-- Task details --
Where does the string "write" occur in the entries below? Copy every line where it does.

Segment Open

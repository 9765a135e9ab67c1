"""Accuracy suite: test error of forests on raw, reduced and lifted features."""

from __future__ import annotations

import warnings

import numpy as np
from sklearn.base import clone
from sklearn.cross_decomposition import PLSRegression
from sklearn.decomposition import PCA
from sklearn.ensemble import RandomForestClassifier, RandomForestRegressor
from sklearn.pipeline import make_pipeline
from sklearn.preprocessing import StandardScaler

from ..estimators import (
    AverageDerivative,
    GradientOuterProduct,
    HessianDirections,
    SlicedAverageVariance,
    SlicedInverse,
)
from ..forest import StitForestClassifier, StitForestRegressor
from ..geometry import principal_angles
from ..lift import LiftMatrix
from ..transformer import DirectionLift
from ._timing import table, timed
from .problems import BenchmarkProblem, accuracy_problems


def estimators_for(problem: BenchmarkProblem) -> dict:
    """The subspace estimators compared, at the true dimension s."""
    s = problem.true_basis.shape[1]
    # with two classes SIR and ADE can give one direction only (classes - 1)
    within = 1 if problem.classification else s
    chosen = {
        "SIR": SlicedInverse(dim=within),
        "SAVE": SlicedAverageVariance(dim=s),
        "OPG": GradientOuterProduct(dim=s, random_state=0),
        "ADE": (AverageDerivative(dim=within, n_slices=max(5, s + 1)) if within > 1
                else AverageDerivative()),
    }
    if not problem.classification:
        chosen["pHd"] = HessianDirections(dim=s)
    return chosen


class _PLSFeatures(PLSRegression):
    """PLS scores as features; class labels enter as 0/1 indicators."""

    def fit(self, X, y):
        y = np.asarray(y)
        if y.dtype.kind not in "fiu":
            y = (y == np.unique(y)[0]).astype(float)
        return super().fit(X, y)

    def transform(self, X, y=None, copy=True):
        return super().transform(X, copy=copy)


def _error(model, problem: BenchmarkProblem) -> float:
    model.fit(problem.X_train, problem.y_train)
    predicted = model.predict(problem.X_test)
    if problem.classification:
        return float(np.mean(predicted != problem.y_test))
    return float(np.mean((predicted - problem.y_test) ** 2))


def evaluate(problem: BenchmarkProblem, n_trees: int, stit_trees: int) -> dict:
    """Test errors of every feature set and forest, and the estimators' angles."""
    s = problem.true_basis.shape[1]
    forest = (RandomForestClassifier if problem.classification else RandomForestRegressor)(
        n_estimators=n_trees, n_jobs=-1, random_state=0)
    stit = (StitForestClassifier if problem.classification else StitForestRegressor)(
        n_trees=stit_trees, random_state=0, n_jobs=-1)
    models = {
        "RF raw": clone(forest),
        "RF PCA": make_pipeline(StandardScaler(), PCA(n_components=s), clone(forest)),
        "RF PLS": make_pipeline(StandardScaler(), _PLSFeatures(n_components=s), clone(forest)),
    }
    angles = {}
    for name, estimator in estimators_for(problem).items():
        lift = DirectionLift(estimator).fit(problem.X_train, problem.y_train)
        truth = lift.reference_in_lift_coordinates(problem.true_basis)
        angles[name] = float(np.degrees(principal_angles(lift.subspace_basis_, truth)[0]))
        models[f"RF {name}"] = make_pipeline(DirectionLift(estimator), clone(forest))
    models["STIT axis"] = clone(stit)
    models["STIT OPG lift"] = make_pipeline(
        DirectionLift(GradientOuterProduct(dim=s, random_state=0)), clone(stit))
    # after standardisation z = (x - m) / σ the true subspace is span(diag(σ) B)
    scale = problem.X_train.std(axis=0)
    true_lift = LiftMatrix.from_subspace(problem.true_basis * scale[:, None])
    models["STIT true lift"] = make_pipeline(
        StandardScaler(), clone(stit).set_params(lift=true_lift))
    errors, seconds = {}, {}
    for name, model in models.items():
        seconds[name], errors[name] = timed(lambda model=model: _error(model, problem))
    return {"problem": problem.name, "classification": problem.classification,
            "noise_variance": problem.noise_variance, "errors": errors, "seconds": seconds,
            "largest_angle_degrees": angles}


def run_accuracy(quick: bool, out) -> dict:
    n_trees, stit_trees = (50, 20) if quick else (200, 50)
    rows = []
    with warnings.catch_warnings():
        warnings.simplefilter("ignore")
        for problem in accuracy_problems(quick):
            rows.append(evaluate(problem, n_trees, stit_trees))
    metric = "test MSE (error rate for classification)"
    out.write(f"\naccuracy: {metric}; estimators at the true dimension\n")
    names = list(rows[0]["errors"])
    flat = [{"problem": r["problem"], **r["errors"]} for r in rows]
    out.write(table(flat, [("problem", "problem", "s")] + [(n, n, ".4g") for n in names]) + "\n")
    out.write("\nlargest principal angle to the truth (degrees)\n")
    estimators = ["SIR", "SAVE", "pHd", "OPG", "ADE"]
    angle_rows = [{"problem": r["problem"], **r["largest_angle_degrees"]} for r in rows]
    out.write(table(angle_rows, [("problem", "problem", "s")]
                    + [(n, n, ".1f") for n in estimators]) + "\n")
    return {"rows": rows}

Segment Closed

-- Answer below --
    out.write(f"\naccuracy: {metric}; estimators at the true dimension\n")
    out.write(table(flat, [("problem", "problem", "s")] + [(n, n, ".4g") for n in names]) + "\n")
    out.write("\nlargest principal angle to the truth (degrees)\n")
    out.write(table(angle_rows, [("problem", "problem", "s")]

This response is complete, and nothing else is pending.